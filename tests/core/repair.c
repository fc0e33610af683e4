/* Tests of src/repair.c: published and recomputed nearest matrices, and the proof of optimality on
 * random ones. */
#include "matrices.h"

#include "../../src/repair.h"

/* Reads "1e-8" or "1e-8 on entries, ...": the tolerance is the number in front. */
static double tolerance_of(const struct csv *t, size_t row)
{
    return csv_number(t, row, "tolerance");
}

/* The collection of Higham & Strabic (2016) and others, recomputed with 50 digits and a
 * certificate. */
static void nearest_to_published_matrices(void **unused)
{
    (void)unused;
    struct csv *t = csv_read("nearest_correlation.csv");
    size_t found = 0;
    for (size_t r = 0; r < t->rows; r++) {
        if (csv_number(t, r, "i") != 1 || csv_number(t, r, "j") != 1) continue;
        const char *name = csv_text(t, r, "matrix");
        pool p = { .last = NULL };
        size_t d;
        double *given = matrix_of(t, name, "given", &d, &p);
        double *want = matrix_of(t, name, "nearest", &d, &p);
        double *nearest = pool_take(&p, d, d * sizeof *nearest);
        assert_int_equal(nearest_correlation(given, d, 0, nearest, NULL, &p), OK);
        assert_correlations(nearest, d, 0);
        assert_nearest(given, NULL, nearest, d, 0, 1e-10);
        for (size_t i = 0; i < d * d; i++) assert_within(nearest[i], want[i], tolerance_of(t, r));
        found++;
        pool_empty(&p);
    }
    assert_true(found >= 13);
    csv_free(t);
}

static double distance(const double *a, const double *b, size_t n)
{
    double sum = 0;
    for (size_t i = 0; i < n; i++) sum += (a[i] - b[i]) * (a[i] - b[i]);
    return sqrt(sum);
}

/* Distance, largest change and rank of the same matrices. */
static void summaries_of_published_matrices(void **unused)
{
    (void)unused;
    struct csv *t = csv_read("nearest_correlation.csv");
    struct csv *summary = csv_read("nearest_correlation_summary.csv");
    for (size_t r = 0; r < summary->rows; r++) {
        pool p = { .last = NULL };
        size_t d, rank = 0;
        double *given = matrix_of(t, csv_text(summary, r, "matrix"), "given", &d, &p);
        double *nearest = pool_take(&p, d, d * sizeof *nearest);
        double *values = pool_take(&p, d, sizeof *values), largest = 0;
        assert_int_equal(nearest_correlation(given, d, 0, nearest, NULL, &p), OK);
        assert_within(distance(given, nearest, d * d), csv_number(summary, r, "frobenius_distance"),
                      tolerance_of(summary, r));
        for (size_t i = 0; i < d * d; i++)
            if (i % (d + 1)) largest = fmax(largest, fabs(nearest[i] - given[i]));
        assert_within(largest, csv_number(summary, r, "largest_off_diagonal_change"),
                      tolerance_of(summary, r));
        assert_int_equal(all_eigenvalues(nearest, d, values, &p), OK);
        for (size_t k = 0; k < d; k++) rank += values[k] > 1e-9;
        assert_int_equal(rank, (size_t)csv_number(summary, r, "rank_of_nearest"));
        pool_empty(&p);
    }
    csv_free(summary);
    csv_free(t);
}

/* The same matrices under floors: every row of the table. Each matrix comes once for each floor,
 * its first row being entry (1, 2). */
static void nearest_above_a_floor(void **unused)
{
    (void)unused;
    struct csv *given_of = csv_read("nearest_correlation.csv");
    struct csv *t = csv_read("nearest_correlation_floor.csv");
    size_t d = 0, found = 0;
    double nearest[30 * 30], floor = 0;
    for (size_t r = 0; r < t->rows; r++) {
        size_t i = (size_t)csv_number(t, r, "i") - 1, j = (size_t)csv_number(t, r, "j") - 1;
        if (i == 0 && j == 1) {
            pool p = { .last = NULL };
            double *given = matrix_of(given_of, csv_text(t, r, "matrix"), "given", &d, &p);
            assert_in_range(d, 2, 30);
            floor = csv_number(t, r, "eigenvalue_floor");
            assert_int_equal(nearest_correlation(given, d, floor, nearest, NULL, &p), OK);
            assert_correlations(nearest, d, floor);
            assert_nearest(given, NULL, nearest, d, floor, 1e-10);
            pool_empty(&p);
        }
        assert_same(floor, csv_number(t, r, "eigenvalue_floor"));
        assert_within(nearest[i * d + j], csv_number(t, r, "nearest"), tolerance_of(t, r));
        found++;
    }
    assert_int_equal(found, t->rows);
    csv_free(t);
    csv_free(given_of);
}

/* Kendall's tau-b by its definition, pair by pair */
static double tau_b(const double *x, const double *y, size_t n)
{
    double sum = 0, apart_x = 0, apart_y = 0;
    for (size_t i = 0; i < n; i++) {
        for (size_t j = 0; j < i; j++) {
            int a = (x[i] > x[j]) - (x[i] < x[j]), b = (y[i] > y[j]) - (y[i] < y[j]);
            sum += a * b;
            apart_x += a != 0;
            apart_y += b != 0;
        }
    }
    return sum / sqrt(apart_x * apart_y);
}

/* Greiner's sine of tau for four European indices, from the table but for the pair that it leaves
 * out */
static void sines_of_indices(const struct csv *t, double *matrix)
{
    const char *names[] = { "dax", "smi", "cac", "ftse" };
    for (size_t i = 0; i < 16; i++) matrix[i] = 1;
    for (size_t r = 0; r < t->rows; r++) {
        size_t a = 0, b = 0;
        while (!csv_is(t, r, "a", names[a])) a++;
        while (!csv_is(t, r, "b", names[b])) b++;
        matrix[a * 4 + b] = matrix[b * 4 + a] = csv_number(t, r, "rho");
    }
    struct csv *smi_data = csv_read("data_eu_dax_smi.csv");
    struct csv *ftse_data = csv_read("data_eu_dax_ftse.csv");
    size_t n, m;
    double *smi = csv_numbers(smi_data, "y", NULL, NULL, &n);
    double *ftse = csv_numbers(ftse_data, "y", NULL, NULL, &m);
    assert_int_equal(n, m);
    matrix[7] = matrix[13] = sin(acos(-1) / 2 * tau_b(smi, ftse, n));
    free(smi);
    free(ftse);
    csv_free(smi_data);
    csv_free(ftse_data);
}

/* Feasible, and so left as it is. */
static void sines_of_tau_of_indices_stay(void **unused)
{
    (void)unused;
    struct csv *t = csv_read("greiner_indices.csv");
    double given[16], nearest[16], lowest;
    pool p = { .last = NULL };
    sines_of_indices(t, given);
    assert_int_equal(lowest_eigenvalue(given, 4, &lowest, &p), OK);
    assert_within(lowest, csv_number(t, 0, "smallest_eigenvalue"), tolerance_of(t, 0));
    assert_int_equal(nearest_correlation(given, 4, 0, nearest, NULL, &p), OK);
    for (size_t i = 0; i < 16; i++) assert_same(nearest[i], given[i]);
    assert_null(p.last);
    csv_free(t);
}

/* Four lines over six years: the matrix of tau is feasible, Greiner's sine of it is not. */
static void sines_of_tau_may_need_repair(void **unused)
{
    (void)unused;
    struct csv *t = csv_read("greiner_needs_repair.csv");
    double taus[16], given[16], want[16], nearest[16], lowest;
    pool p = { .last = NULL };
    assert_int_equal(t->rows, 6);
    for (size_t i = 0; i < 16; i++) taus[i] = given[i] = want[i] = 1;
    for (size_t r = 0; r < t->rows; r++) {
        size_t i = (size_t)csv_number(t, r, "i") - 1, j = (size_t)csv_number(t, r, "j") - 1;
        taus[i * 4 + j] = taus[j * 4 + i] = csv_number(t, r, "tau");
        given[i * 4 + j] = given[j * 4 + i] = csv_number(t, r, "sine_map");
        want[i * 4 + j] = want[j * 4 + i] = csv_number(t, r, "nearest_correlation");
    }
    double most = tolerance_of(t, 0);
    assert_int_equal(lowest_eigenvalue(taus, 4, &lowest, &p), OK);
    assert_within(lowest, csv_number(t, 0, "smallest_eigenvalue_tau_matrix"), most);
    assert_int_equal(lowest_eigenvalue(given, 4, &lowest, &p), OK);
    assert_within(lowest, csv_number(t, 0, "smallest_eigenvalue_sine_map"), most);
    assert_int_equal(nearest_correlation(given, 4, 0, nearest, NULL, &p), OK);
    for (size_t i = 0; i < 16; i++) assert_within(nearest[i], want[i], most);
    assert_within(distance(given, nearest, 16), csv_number(t, 0, "frobenius_distance"), most);
    assert_null(p.last);
    csv_free(t);
}

/* Random matrices: a result is right when it carries its own proof (assert_nearest). */
static void random_matrices_carry_their_proof(void **unused)
{
    (void)unused;
    const double floors[] = { 0, 0, 1e-8, 0.01, 0.3, 0.9 }, noises[] = { 0.01, 0.1, 0.5, 2 };
    uint64_t state = 20061116;
    for (size_t round = 0; round < effort(120); round++) {
        pool p = { .last = NULL };
        size_t d = 2 + random_below(&state, 40), factors = 1 + random_below(&state, d);
        double floor = floors[random_below(&state, 6)], noise = noises[random_below(&state, 4)];
        double *given = noisy_matrix(&state, d, factors, noise, &p);
        double *nearest = pool_take(&p, d, d * sizeof *nearest);
        assert_int_equal(nearest_correlation(given, d, floor, nearest, NULL, &p), OK);
        assert_correlations(nearest, d, floor);
        assert_nearest(given, NULL, nearest, d, floor, 1e-10);
        pool_empty(&p);
    }
}

/* Entries of -1 and 1 at random under floors near 1: the farthest that any input is from its
 * answer. */
static void floors_near_one(void **unused)
{
    (void)unused;
    const double floors[] = { 0.99, 0.999, 0.9999 };
    uint64_t state = 99;
    for (size_t round = 0; round < effort(30); round++) {
        pool p = { .last = NULL };
        size_t d = 2 + random_below(&state, 30);
        double floor = floors[round % 3];
        double *given = noisy_matrix(&state, d, 1, 100, &p);
        double *nearest = pool_take(&p, d, d * sizeof *nearest);
        assert_int_equal(nearest_correlation(given, d, floor, nearest, NULL, &p), OK);
        assert_correlations(nearest, d, floor);
        assert_nearest(given, NULL, nearest, d, floor, 1e-9);
        pool_empty(&p);
    }
}

/* What was repaired is fine, and fine matrices come back bit for bit; above a floor they have a
 * factor. */
static void a_repaired_matrix_is_not_repaired_again(void **unused)
{
    (void)unused;
    uint64_t state = 7;
    for (size_t round = 0; round < effort(60); round++) {
        pool p = { .last = NULL };
        size_t d = 1 + random_below(&state, 30);
        double floor = round % 2 ? 1e-8 : 0;
        double *given = noisy_matrix(&state, d, 3, 0.5, &p);
        double *once = pool_take(&p, d, d * sizeof *once);
        double *twice = pool_take(&p, d, d * sizeof *twice);
        course how = { 99, 99 };
        bool factor;
        assert_int_equal(nearest_correlation(given, d, floor, once, NULL, &p), OK);
        assert_int_equal(nearest_correlation(once, d, floor, twice, &how, &p), OK);
        assert_int_equal(how.iterations, 0);
        for (size_t i = 0; i < d * d; i++) assert_same(once[i], twice[i]);
        assert_int_equal(lies_above(once, d, 0, &factor, &p), OK);
        if (floor > 0) assert_true(factor);
        pool_empty(&p);
    }
}

/* In place, at d = 1, and with a diagonal that is not 1: all as promised. */
static void special_cases(void **unused)
{
    (void)unused;
    pool p = { .last = NULL };
    double one[] = { 3 }, chain[] = { 9, 0.9, 0, 0.9, 7, 0.9, 0, 0.9, 5 }, same[9];
    assert_int_equal(nearest_correlation(one, 1, 0.5, one, NULL, &p), OK);
    assert_same(one[0], 1);
    assert_int_equal(nearest_correlation(chain, 3, 0, same, NULL, &p), OK);
    for (size_t i = 0; i < 3; i++) chain[4 * i] = 1;
    assert_int_equal(nearest_correlation(chain, 3, 0, chain, NULL, &p), OK);
    for (size_t i = 0; i < 9; i++) assert_same(chain[i], same[i]);
    assert_null(p.last);
}

static void what_cannot_be_repaired_is_refused(void **unused)
{
    (void)unused;
    pool p = { .last = NULL };
    double m[] = { 1, 2, 2, 1 }, x[4], nan[] = { 1, NAN, NAN, 1 };
    assert_int_equal(nearest_correlation(m, 2, 1, x, NULL, &p), OUT_OF_DOMAIN);
    assert_int_equal(nearest_correlation(m, 2, -0.1, x, NULL, &p), OUT_OF_DOMAIN);
    assert_int_equal(nearest_correlation(m, 2, NAN, x, NULL, &p), OUT_OF_DOMAIN);
    assert_int_equal(nearest_correlation(m, 0, 0, x, NULL, &p), OUT_OF_DOMAIN);
    assert_int_equal(nearest_correlation(nan, 2, 0, x, NULL, &p), NOT_SETTLED);
    assert_null(p.last);
}

static void every_allocation_can_fail(void **unused)
{
    (void)unused;
    const double chain[] = { 1, 0.9, 0, 0.9, 1, 0.9, 0, 0.9, 1 };
    size_t failures = 0;
    status s = NO_MEMORY;
    for (size_t fail = 1; s == NO_MEMORY; fail++) {
        pool p = { .fail_at = fail };
        double x[9];
        s = nearest_correlation(chain, 3, 0, x, NULL, &p);
        failures += s == NO_MEMORY;
        assert_null(p.last);
    }
    assert_int_equal(s, OK);
    assert_int_equal(failures, 14);      /* what one call takes */
}

int main(void)
{
    const struct CMUnitTest tests[] = {
        cmocka_unit_test(nearest_to_published_matrices),
        cmocka_unit_test(summaries_of_published_matrices),
        cmocka_unit_test(nearest_above_a_floor),
        cmocka_unit_test(sines_of_tau_of_indices_stay),
        cmocka_unit_test(sines_of_tau_may_need_repair),
        cmocka_unit_test(random_matrices_carry_their_proof),
        cmocka_unit_test(floors_near_one),
        cmocka_unit_test(a_repaired_matrix_is_not_repaired_again),
        cmocka_unit_test(special_cases),
        cmocka_unit_test(what_cannot_be_repaired_is_refused),
        cmocka_unit_test(every_allocation_can_fail),
    };
    return cmocka_run_group_tests(tests, NULL, NULL);
}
=-=-=-=-=
## ABOUT THIS EXERCISE
Begin with the first line of the records and finish with the line containing "digits and a". Reproduce those lines exactly, both ends included, and nothing else.

## OUTPUT FOR THIS EXERCISE
filename tests/core/repair.c
repository fc0e33610af683e4
/* Tests of src/repair.c: published and recomputed nearest matrices, and the proof of optimality on
 * random ones. */
#include "matrices.h"

#include "../../src/repair.h"

/* Reads "1e-8" or "1e-8 on entries, ...": the tolerance is the number in front. */
static double tolerance_of(const struct csv *t, size_t row)
{
    return csv_number(t, row, "tolerance");
}

/* The collection of Higham & Strabic (2016) and others, recomputed with 50 digits and a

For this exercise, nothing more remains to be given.